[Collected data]
***
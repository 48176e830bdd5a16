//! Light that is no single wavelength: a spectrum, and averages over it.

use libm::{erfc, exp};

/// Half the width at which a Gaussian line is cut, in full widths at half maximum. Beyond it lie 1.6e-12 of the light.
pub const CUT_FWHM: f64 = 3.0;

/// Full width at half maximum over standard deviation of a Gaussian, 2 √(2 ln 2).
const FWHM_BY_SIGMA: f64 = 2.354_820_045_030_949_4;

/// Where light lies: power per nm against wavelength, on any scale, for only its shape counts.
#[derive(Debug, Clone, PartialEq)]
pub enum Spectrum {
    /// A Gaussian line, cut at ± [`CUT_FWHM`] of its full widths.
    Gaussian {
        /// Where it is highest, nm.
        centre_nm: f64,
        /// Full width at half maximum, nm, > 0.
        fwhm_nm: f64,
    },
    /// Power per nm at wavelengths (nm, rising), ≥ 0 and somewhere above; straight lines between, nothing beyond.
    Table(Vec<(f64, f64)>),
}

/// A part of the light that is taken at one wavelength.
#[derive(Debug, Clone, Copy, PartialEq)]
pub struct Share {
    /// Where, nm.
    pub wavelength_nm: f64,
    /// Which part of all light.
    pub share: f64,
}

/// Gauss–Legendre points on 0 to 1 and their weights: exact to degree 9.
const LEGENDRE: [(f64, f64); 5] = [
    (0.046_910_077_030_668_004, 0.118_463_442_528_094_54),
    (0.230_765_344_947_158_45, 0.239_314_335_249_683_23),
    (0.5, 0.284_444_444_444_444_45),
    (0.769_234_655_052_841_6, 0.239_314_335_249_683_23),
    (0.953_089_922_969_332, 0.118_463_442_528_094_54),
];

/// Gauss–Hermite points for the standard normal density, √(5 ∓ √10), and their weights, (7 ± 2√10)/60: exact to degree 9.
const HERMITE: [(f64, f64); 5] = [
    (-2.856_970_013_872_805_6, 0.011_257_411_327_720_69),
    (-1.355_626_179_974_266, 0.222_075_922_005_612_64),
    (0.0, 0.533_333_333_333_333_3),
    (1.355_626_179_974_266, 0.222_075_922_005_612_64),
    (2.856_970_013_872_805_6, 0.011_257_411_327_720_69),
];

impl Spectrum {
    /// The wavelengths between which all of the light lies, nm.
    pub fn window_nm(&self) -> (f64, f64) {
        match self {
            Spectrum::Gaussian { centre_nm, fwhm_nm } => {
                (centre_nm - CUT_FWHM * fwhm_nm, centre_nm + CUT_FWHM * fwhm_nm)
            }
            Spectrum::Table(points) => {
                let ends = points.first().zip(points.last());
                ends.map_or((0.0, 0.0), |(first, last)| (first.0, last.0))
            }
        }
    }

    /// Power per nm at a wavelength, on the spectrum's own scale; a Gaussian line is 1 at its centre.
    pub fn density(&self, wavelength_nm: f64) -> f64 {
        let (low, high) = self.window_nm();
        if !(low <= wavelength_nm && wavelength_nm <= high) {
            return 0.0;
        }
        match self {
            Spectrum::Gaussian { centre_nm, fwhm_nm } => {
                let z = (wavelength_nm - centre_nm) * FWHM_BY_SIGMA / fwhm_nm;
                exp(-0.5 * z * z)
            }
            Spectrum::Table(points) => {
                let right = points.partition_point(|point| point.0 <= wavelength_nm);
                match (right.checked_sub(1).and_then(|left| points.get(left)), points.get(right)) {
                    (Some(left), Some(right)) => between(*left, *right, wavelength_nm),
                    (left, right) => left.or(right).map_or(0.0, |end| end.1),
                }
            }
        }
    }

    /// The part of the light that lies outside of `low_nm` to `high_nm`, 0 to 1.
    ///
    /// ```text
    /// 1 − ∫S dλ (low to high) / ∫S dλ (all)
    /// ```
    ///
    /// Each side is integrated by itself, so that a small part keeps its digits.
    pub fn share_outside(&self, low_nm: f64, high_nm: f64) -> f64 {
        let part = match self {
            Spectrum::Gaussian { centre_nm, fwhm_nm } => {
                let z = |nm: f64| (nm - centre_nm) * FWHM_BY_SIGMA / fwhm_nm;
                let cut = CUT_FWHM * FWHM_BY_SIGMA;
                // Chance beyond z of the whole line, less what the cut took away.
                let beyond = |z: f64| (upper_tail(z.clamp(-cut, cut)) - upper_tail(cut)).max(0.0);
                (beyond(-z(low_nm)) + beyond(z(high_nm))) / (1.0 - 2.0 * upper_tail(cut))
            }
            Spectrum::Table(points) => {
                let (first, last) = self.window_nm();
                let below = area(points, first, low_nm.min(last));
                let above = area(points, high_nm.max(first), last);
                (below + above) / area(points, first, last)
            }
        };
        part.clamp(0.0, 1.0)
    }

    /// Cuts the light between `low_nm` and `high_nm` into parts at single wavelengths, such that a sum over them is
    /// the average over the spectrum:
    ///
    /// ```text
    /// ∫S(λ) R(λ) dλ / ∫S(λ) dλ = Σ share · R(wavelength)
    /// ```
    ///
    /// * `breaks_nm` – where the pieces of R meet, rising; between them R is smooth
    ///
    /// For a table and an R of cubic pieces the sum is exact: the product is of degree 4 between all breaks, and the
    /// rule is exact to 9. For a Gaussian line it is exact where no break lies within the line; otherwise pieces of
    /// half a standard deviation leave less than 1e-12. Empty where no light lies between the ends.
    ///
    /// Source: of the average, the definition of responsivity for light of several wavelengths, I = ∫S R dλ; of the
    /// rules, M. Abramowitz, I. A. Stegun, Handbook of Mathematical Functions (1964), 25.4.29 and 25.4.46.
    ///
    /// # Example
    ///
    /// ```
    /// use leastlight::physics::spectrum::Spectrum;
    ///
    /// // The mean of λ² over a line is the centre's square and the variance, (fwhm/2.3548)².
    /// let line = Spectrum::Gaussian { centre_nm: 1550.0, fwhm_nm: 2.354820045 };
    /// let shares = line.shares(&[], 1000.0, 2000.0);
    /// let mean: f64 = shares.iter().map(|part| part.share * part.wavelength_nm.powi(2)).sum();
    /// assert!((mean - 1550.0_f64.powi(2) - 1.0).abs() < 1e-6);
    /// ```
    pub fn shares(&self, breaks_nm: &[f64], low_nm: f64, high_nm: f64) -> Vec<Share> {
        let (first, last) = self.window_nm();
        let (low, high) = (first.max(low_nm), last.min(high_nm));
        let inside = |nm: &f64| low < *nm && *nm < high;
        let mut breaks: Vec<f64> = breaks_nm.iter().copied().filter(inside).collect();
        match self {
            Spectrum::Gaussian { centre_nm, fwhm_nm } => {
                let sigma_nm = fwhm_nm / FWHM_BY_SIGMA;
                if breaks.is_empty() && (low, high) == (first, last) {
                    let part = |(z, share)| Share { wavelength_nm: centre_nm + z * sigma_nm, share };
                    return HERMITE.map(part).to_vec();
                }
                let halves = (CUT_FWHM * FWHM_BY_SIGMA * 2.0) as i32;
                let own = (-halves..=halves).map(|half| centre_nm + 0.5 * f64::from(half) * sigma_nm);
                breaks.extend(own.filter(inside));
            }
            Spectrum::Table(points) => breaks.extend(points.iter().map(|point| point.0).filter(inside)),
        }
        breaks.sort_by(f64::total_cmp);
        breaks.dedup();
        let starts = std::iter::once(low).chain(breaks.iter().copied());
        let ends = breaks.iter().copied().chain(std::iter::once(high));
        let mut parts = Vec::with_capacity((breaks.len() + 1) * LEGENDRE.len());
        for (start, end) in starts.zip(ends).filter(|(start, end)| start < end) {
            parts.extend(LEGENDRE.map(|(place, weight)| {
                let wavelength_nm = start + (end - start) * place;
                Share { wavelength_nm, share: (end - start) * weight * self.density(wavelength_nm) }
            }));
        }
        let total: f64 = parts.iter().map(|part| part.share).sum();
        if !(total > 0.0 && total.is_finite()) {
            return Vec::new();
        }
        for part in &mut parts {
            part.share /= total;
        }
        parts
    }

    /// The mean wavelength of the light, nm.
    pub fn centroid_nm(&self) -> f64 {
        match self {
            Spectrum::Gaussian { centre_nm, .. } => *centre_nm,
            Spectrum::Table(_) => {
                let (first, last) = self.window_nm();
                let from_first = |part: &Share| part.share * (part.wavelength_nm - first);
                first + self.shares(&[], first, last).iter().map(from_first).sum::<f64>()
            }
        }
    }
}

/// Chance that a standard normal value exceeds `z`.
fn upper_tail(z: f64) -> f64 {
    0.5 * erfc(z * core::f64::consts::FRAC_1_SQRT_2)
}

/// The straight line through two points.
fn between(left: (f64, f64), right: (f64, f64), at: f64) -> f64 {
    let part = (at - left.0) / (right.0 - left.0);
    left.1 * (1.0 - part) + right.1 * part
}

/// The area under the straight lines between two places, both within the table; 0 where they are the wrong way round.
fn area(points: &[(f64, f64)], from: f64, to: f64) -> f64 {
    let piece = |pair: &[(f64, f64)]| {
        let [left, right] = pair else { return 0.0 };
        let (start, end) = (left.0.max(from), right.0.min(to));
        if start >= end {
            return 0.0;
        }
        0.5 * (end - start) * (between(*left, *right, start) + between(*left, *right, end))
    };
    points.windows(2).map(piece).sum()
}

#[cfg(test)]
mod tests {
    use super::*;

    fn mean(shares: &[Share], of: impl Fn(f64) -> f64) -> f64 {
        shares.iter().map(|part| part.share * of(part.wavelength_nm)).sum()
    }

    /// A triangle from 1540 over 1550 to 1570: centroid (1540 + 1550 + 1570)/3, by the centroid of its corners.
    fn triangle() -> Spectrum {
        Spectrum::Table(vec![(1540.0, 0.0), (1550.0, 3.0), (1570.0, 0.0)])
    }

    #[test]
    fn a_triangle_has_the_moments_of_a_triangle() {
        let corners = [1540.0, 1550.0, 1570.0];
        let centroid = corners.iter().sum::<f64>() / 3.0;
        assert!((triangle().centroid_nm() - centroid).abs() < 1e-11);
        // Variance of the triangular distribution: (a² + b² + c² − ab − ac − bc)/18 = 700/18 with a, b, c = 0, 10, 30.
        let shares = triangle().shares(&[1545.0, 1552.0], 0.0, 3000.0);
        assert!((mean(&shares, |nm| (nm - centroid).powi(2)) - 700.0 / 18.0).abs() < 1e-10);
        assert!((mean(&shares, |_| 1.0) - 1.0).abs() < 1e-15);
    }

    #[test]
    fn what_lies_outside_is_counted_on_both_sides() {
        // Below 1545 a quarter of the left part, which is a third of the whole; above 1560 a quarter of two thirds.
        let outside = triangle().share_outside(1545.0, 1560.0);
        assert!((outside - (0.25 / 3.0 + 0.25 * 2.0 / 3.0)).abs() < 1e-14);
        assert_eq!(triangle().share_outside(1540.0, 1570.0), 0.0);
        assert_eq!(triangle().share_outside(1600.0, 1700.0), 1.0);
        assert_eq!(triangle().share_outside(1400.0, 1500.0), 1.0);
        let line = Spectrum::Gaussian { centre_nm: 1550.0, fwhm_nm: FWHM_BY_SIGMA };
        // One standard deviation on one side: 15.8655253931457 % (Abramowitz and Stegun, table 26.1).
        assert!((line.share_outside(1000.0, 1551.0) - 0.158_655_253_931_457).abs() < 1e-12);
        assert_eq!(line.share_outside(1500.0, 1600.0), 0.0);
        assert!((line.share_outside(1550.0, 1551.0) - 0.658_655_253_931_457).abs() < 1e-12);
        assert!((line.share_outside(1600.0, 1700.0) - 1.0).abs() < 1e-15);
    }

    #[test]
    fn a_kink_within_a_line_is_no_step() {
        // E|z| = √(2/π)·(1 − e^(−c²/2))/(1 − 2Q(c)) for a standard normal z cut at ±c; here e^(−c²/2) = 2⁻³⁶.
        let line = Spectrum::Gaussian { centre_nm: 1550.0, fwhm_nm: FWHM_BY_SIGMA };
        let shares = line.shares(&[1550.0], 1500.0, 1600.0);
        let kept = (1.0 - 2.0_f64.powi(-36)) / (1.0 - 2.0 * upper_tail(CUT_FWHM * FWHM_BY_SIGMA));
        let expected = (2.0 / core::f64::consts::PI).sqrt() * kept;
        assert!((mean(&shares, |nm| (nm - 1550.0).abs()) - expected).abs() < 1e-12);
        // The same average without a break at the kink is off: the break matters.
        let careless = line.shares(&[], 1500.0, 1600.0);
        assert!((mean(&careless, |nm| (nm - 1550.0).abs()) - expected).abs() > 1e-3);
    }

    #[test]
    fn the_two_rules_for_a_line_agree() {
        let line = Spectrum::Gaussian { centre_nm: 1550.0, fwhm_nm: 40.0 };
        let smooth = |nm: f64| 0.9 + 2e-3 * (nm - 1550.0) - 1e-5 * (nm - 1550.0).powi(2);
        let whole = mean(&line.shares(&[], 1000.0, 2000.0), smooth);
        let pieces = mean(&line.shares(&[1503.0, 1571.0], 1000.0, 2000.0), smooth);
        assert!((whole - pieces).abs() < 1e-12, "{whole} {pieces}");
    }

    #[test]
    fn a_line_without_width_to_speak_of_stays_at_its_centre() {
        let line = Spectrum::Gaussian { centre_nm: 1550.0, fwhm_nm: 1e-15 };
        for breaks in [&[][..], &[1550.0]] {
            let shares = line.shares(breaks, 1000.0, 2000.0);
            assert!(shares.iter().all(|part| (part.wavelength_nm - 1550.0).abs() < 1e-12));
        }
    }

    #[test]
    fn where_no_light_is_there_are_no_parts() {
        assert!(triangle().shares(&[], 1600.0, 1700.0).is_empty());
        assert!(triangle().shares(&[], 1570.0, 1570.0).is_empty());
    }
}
***
**The task:**
Count the lines of the data that include the string "corners", and give only that number.

**Task response:**
3